▶ **Instructions to follow**
Please give again, word for word, the lines that lie between the start of the listing below and the line with "return (Drawing(name if", both included.
━━━━━━━━━━
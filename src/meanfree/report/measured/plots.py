"""Walls, pseudo-first-order, relative and initial rates: each a line, its numbers, and words."""

from __future__ import annotations

import math
from collections.abc import Sequence

from meanfree.measured.analyses import Findings
from meanfree.measured.initial_rates import InitialRates
from meanfree.measured.pseudo_first_order import PseudoFirstOrder
from meanfree.measured.relative_rates import RelativeRate
from meanfree.measured.straight_lines import Line
from meanfree.measured.walls import WallTest
from meanfree.report import wording
from meanfree.report.document import Drawing, Section
from meanfree.report.figures import straight, style
from meanfree.report.measured import numbers
from meanfree.report.rows import Sheet

NUMBERS = "The line (95 % intervals)"


def plots(found: Findings) -> list[Section]:
    """A section for each analysis that was asked for."""
    sections = [_wall(one, n) for n, one in enumerate(found.walls)]
    sections += [_pseudo(one, n) for n, one in enumerate(found.pseudo)]
    sections += [
        _relative(one, wanted.reference_unit, n) for n, (wanted, one) in enumerate(found.relative)
    ]
    return sections + [_initial(one, n) for n, one in enumerate(found.initial)]


def _drawn(
    name: str, n: int, line: Line, labels: tuple[str, str], caption: str, *, from_zero: bool = True
) -> tuple[Drawing, ...]:
    with style.drawing():
        figure = straight.line_figure(line, *labels, from_zero=from_zero)
        svg, png = style.rendered(figure)
    return (Drawing(name if n == 0 else f"{name}_{n + 1}", svg, png, caption),)


def _rows(heading: Sequence[str], rows: Sequence[Sequence[str]], words: tuple[int, ...]) -> Sheet:
    return Sheet(list(heading), [list(row) for row in rows], words)


def _wall(one: WallTest, n: int) -> Section:
    drawing = _drawn("walls", n, one.line, ("S/V (1/m)", "k per event (1/s)"), "k against S/V.")
    line = _rows(
        ("Quantity", "Value", "Of"),
        (
            ("k of the gas", numbers.of_interval(one.gas, 1.0, "1/s"), "intercept"),
            ("wall", numbers.of_interval(one.wall, 1.0, "m/s"), "slope: k of the wall over S/V"),
            ("chance", wording.number(one.probability, 2), "probability of such a slope by chance"),
        ),
        (0, 2),
    )
    runs = _rows(
        ("Run", "S/V (1/m)", "k per event (1/s)", "wall"),
        [
            (
                wording.clean(run),
                wording.number(x, 4),
                _with_bar(one.line, i),
                wording.percent(s, 2),
            )
            for i, (run, x, s) in enumerate(zip(one.runs, one.line.x, one.shares, strict=True))
        ],
        (0,),
    )
    heading = f"Wall test of {wording.clean(one.step)}"
    return Section(heading, (one.words,), drawing, ((line, NUMBERS), (runs, "Run by run")))


def _with_bar(line: Line, i: int) -> str:
    error = math.nan if line.sd is None else float(line.sd[i])
    return numbers.with_error(float(line.y[i]), error)


def _pseudo(one: PseudoFirstOrder, n: int) -> Section:
    gas, partner = wording.clean(one.gas), wording.clean(one.partner)
    caption = f"k\u2032 of {gas} against the concentration of {partner}."
    drawing = _drawn("pseudo", n, one.line, (f"[{partner}] (mol/m³)", "k\u2032 (1/s)"), caption)
    loss = numbers.of_interval(one.slope, 1e3, "L/mol/s")
    event = numbers.of_interval(one.slope, 1e3 / one.per_event, "L/mol/s")
    line = _rows(
        ("Quantity", "Value", "Of"),
        (
            ("k", loss, f"slope: loss of {gas}"),
            ("k", event, "per event"),
            ("intercept", numbers.of_interval(one.intercept, 1.0, "1/s"), f"without {partner}"),
        ),
        (0, 2),
    )
    runs = _rows(
        ("Run", f"[{partner}] (mol/m³)", "k\u2032 (1/s)", f"{partner} over {gas}"),
        [
            (
                wording.clean(decay.run),
                wording.number(decay.partner, 4),
                numbers.with_error(decay.rate, decay.error),
                wording.number(decay.excess),
            )
            for decay in one.decays
        ],
        (0,),
    )
    texts = tuple(wording.clean(text) for text in one.words)
    return Section("Pseudo-first-order", texts, drawing, ((line, NUMBERS), (runs, "Run by run")))


def _relative(one: RelativeRate, unit: str, n: int) -> Section:
    gas, reference = wording.clean(one.gas), wording.clean(one.reference)
    labels = f"ln(c0/c) of {reference}", f"ln(c0/c) of {gas}"
    caption = f"Loss of {gas} against that of {reference}; the slope is the ratio of k."
    rows = [
        (f"k({gas})/k({reference})", numbers.of_interval(one.ratio), "line through the origin"),
        ("with an intercept", numbers.of_interval(one.free.slope_interval), "slope"),
        ("with an intercept", numbers.of_interval(one.free.intercept_interval), "intercept"),
    ]
    if one.k is not None:
        rows.append((f"k({gas})", numbers.of_interval(one.k, 1.0, unit), "ratio times reference"))
    sheet = _rows(("Quantity", "Value", "Of"), rows, (0, 2))
    drawing = _drawn("relative", n, one.line, labels, caption)
    texts = tuple(wording.clean(text) for text in one.words)
    return Section("Relative rate", texts, drawing, ((sheet, NUMBERS),))


def _initial(one: InitialRates, n: int) -> Section:
    gas = wording.clean(one.gas)
    labels = f"ln([{gas}]/(mol/m³))", "ln(rate/(mol/m³/s))"
    caption = f"Initial rate of loss of {gas} against its concentration."
    drawing = _drawn("initial_rates", n, one.line, labels, caption, from_zero=False)
    rows = _rows(
        ("Run", f"[{gas}] (mol/m³)", "Initial rate (mol/m³/s)", "Readings"),
        [
            (
                wording.clean(rate.run),
                wording.number(rate.concentration, 4),
                numbers.with_error(rate.rate, rate.error),
                f"{rate.count}",
            )
            for rate in one.rates
        ],
        (0,),
    )
    texts = tuple(wording.clean(text) for text in one.words)
    return Section("Initial rates", texts, drawing, ((rows, "Run by run"),))
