/** Outcome of a run of `deno test`. */
export interface TestSummary {
  readonly passed: number;
  readonly failed: number;
  readonly skipped: number;
  /** "3 passed, 0 failed", with ", 1 skipped" where any were. */
  readonly line: string;
  /** Exit status: 0 only when tests ran and none failed. */
  readonly status: number;
}

const SUMMARY =
  /^(?:ok|FAILED) \| (\d+) passed(?: \(\d+ steps?\))? \| (\d+) failed(?: \(\d+ steps?\))?(?: \| (\d+) ignored(?: \(\d+ steps?\))?)?.*$/gm;

/**
 * Reads the last summary line of `deno test` from what it printed.
 *
 * @param output uncoloured standard output of the run
 * @param code exit status of the run; a file that cannot be loaded gives a status but no summary line
 */
export function lastSummary(output: string, code: number): TestSummary {
  const last = [...output.matchAll(SUMMARY)].at(-1);
  const [passed, counted, skipped] = [1, 2, 3].map((group) => Number(last?.[group] ?? 0)) as [
    number,
    number,
    number,
  ];
  const ranNone = passed + counted === 0;
  const failed = counted === 0 && (code !== 0 || ranNone) ? 1 : counted;
  return {
    passed,
    failed,
    skipped,
    line: `${passed} passed, ${failed} failed${skipped > 0 ? `, ${skipped} skipped` : ""}`,
    status: failed > 0 ? code || 1 : 0,
  };
}
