/**
 * Runs the tests: `deno task test [option...] [path...]`, all of tests/ when no path is given; options go
 * to `deno test`. The last line is `N passed, N failed`, with `, N skipped` where any were. A file that
 * cannot be loaded, and a run without any test, count as failed.
 */
import { lastSummary } from "./test_summary.ts";

const decoder = new TextDecoder();
const options = Deno.args.filter((argument) => argument.startsWith("-"));
const paths = Deno.args.filter((argument) => !argument.startsWith("-"));
const child = new Deno.Command(Deno.execPath(), {
  args: ["test", "-A", ...options, ...(paths.length > 0 ? paths : ["tests/"])],
  env: { NO_COLOR: "1" },
  stdin: "null",
  stdout: "piped",
}).spawn();

let output = "";
for await (const chunk of child.stdout) {
  await writeAll(chunk);
  output += decoder.decode(chunk, { stream: true });
}
const { code } = await child.status;
const counts = lastSummary(output, code);
await writeAll(new TextEncoder().encode(`${counts.line}\n`));
Deno.exit(counts.status);

async function writeAll(bytes: Uint8Array): Promise<void> {
  for (let rest = bytes; rest.length > 0;) {
    rest = rest.subarray(await Deno.stdout.write(rest));
  }
}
━━━━━━━━━━
▶ **Response to the exercise**
filename src/meanfree/report/measured/plots.py
"""Walls, pseudo-first-order, relative and initial rates: each a line, its numbers, and words."""

from __future__ import annotations

import math
from collections.abc import Sequence

from meanfree.measured.analyses import Findings
from meanfree.measured.initial_rates import InitialRates
from meanfree.measured.pseudo_first_order import PseudoFirstOrder
from meanfree.measured.relative_rates import RelativeRate
from meanfree.measured.straight_lines import Line
from meanfree.measured.walls import WallTest
from meanfree.report import wording
from meanfree.report.document import Drawing, Section
from meanfree.report.figures import straight, style
from meanfree.report.measured import numbers
from meanfree.report.rows import Sheet

NUMBERS = "The line (95 % intervals)"


def plots(found: Findings) -> list[Section]:
    """A section for each analysis that was asked for."""
    sections = [_wall(one, n) for n, one in enumerate(found.walls)]
    sections += [_pseudo(one, n) for n, one in enumerate(found.pseudo)]
    sections += [
        _relative(one, wanted.reference_unit, n) for n, (wanted, one) in enumerate(found.relative)
    ]
    return sections + [_initial(one, n) for n, one in enumerate(found.initial)]


def _drawn(
    name: str, n: int, line: Line, labels: tuple[str, str], caption: str, *, from_zero: bool = True
) -> tuple[Drawing, ...]:
    with style.drawing():
        figure = straight.line_figure(line, *labels, from_zero=from_zero)
        svg, png = style.rendered(figure)
    return (Drawing(name if n == 0 else f"{name}_{n + 1}", svg, png, caption),)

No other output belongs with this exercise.